*WHAT THE EXERCISE ASKS*
Your job is to copy the lines from the material that include "again".

━━━ DATASET ━━━

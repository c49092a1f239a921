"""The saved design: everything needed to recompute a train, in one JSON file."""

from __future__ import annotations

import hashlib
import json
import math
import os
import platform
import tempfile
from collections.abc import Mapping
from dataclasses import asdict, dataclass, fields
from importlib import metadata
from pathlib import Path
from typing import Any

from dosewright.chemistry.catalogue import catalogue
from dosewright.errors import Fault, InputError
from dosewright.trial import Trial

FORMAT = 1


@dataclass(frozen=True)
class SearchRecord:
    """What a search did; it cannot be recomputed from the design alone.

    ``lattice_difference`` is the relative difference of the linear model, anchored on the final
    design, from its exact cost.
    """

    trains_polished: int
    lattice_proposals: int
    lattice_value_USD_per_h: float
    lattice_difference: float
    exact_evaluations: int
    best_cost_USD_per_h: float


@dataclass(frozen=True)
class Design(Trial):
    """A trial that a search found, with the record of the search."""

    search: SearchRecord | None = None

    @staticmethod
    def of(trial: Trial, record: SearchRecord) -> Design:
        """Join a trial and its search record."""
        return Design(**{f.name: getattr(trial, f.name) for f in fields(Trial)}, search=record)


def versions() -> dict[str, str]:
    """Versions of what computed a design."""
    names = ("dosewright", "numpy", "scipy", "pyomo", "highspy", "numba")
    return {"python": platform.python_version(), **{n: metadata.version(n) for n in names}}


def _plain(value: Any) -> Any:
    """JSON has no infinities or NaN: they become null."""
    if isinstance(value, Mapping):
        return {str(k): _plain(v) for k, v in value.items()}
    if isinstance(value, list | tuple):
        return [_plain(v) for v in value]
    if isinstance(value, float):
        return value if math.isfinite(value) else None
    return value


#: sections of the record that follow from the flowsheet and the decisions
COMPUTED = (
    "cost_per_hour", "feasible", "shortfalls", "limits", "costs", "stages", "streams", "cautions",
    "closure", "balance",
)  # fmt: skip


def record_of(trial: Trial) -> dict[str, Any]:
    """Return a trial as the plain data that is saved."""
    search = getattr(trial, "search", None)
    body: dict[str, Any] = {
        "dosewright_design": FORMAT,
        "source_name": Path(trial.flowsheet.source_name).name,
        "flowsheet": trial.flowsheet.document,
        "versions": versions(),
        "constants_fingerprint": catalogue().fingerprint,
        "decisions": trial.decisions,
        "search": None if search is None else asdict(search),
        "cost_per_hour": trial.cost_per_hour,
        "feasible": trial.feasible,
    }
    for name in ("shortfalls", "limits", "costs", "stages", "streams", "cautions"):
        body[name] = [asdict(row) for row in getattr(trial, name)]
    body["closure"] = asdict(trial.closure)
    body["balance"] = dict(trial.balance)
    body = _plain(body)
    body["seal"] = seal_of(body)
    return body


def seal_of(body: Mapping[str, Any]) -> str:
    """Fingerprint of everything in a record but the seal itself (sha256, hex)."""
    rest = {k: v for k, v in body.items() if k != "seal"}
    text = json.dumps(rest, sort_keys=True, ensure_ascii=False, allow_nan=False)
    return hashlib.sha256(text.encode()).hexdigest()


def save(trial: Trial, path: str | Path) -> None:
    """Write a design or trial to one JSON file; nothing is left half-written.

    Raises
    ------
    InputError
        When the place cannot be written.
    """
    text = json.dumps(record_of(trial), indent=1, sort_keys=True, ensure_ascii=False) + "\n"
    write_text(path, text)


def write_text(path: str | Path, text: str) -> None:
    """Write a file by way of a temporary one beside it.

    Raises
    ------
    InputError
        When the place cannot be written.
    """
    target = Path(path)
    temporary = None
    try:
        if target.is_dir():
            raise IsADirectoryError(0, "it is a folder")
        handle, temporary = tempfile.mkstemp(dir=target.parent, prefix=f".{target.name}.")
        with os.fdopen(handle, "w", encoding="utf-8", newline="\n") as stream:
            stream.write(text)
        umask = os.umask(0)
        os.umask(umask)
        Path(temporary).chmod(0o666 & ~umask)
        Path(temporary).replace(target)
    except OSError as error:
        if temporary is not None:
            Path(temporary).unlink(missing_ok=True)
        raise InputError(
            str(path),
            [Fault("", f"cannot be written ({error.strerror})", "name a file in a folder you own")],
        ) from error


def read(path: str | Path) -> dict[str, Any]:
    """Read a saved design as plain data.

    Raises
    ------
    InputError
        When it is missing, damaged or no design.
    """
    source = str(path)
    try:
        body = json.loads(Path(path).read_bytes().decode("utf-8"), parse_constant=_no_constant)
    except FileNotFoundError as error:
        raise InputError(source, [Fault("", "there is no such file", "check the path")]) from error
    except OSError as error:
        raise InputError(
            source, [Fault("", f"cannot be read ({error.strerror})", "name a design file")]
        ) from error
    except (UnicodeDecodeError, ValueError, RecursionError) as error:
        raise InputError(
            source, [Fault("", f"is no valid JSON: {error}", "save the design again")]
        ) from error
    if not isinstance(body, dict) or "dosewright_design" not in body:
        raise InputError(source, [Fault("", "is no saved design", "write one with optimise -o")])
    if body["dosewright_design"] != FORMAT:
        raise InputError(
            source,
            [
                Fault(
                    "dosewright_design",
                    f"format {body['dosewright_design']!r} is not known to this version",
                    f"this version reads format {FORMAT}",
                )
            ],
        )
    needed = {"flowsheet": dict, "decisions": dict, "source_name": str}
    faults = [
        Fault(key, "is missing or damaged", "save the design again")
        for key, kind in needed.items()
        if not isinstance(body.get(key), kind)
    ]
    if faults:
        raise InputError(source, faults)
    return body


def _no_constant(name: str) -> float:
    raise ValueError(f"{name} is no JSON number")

━━━

*ANSWER SECTION*
            source, [Fault("", f"is no valid JSON: {error}", "save the design again")]
        Fault(key, "is missing or damaged", "save the design again")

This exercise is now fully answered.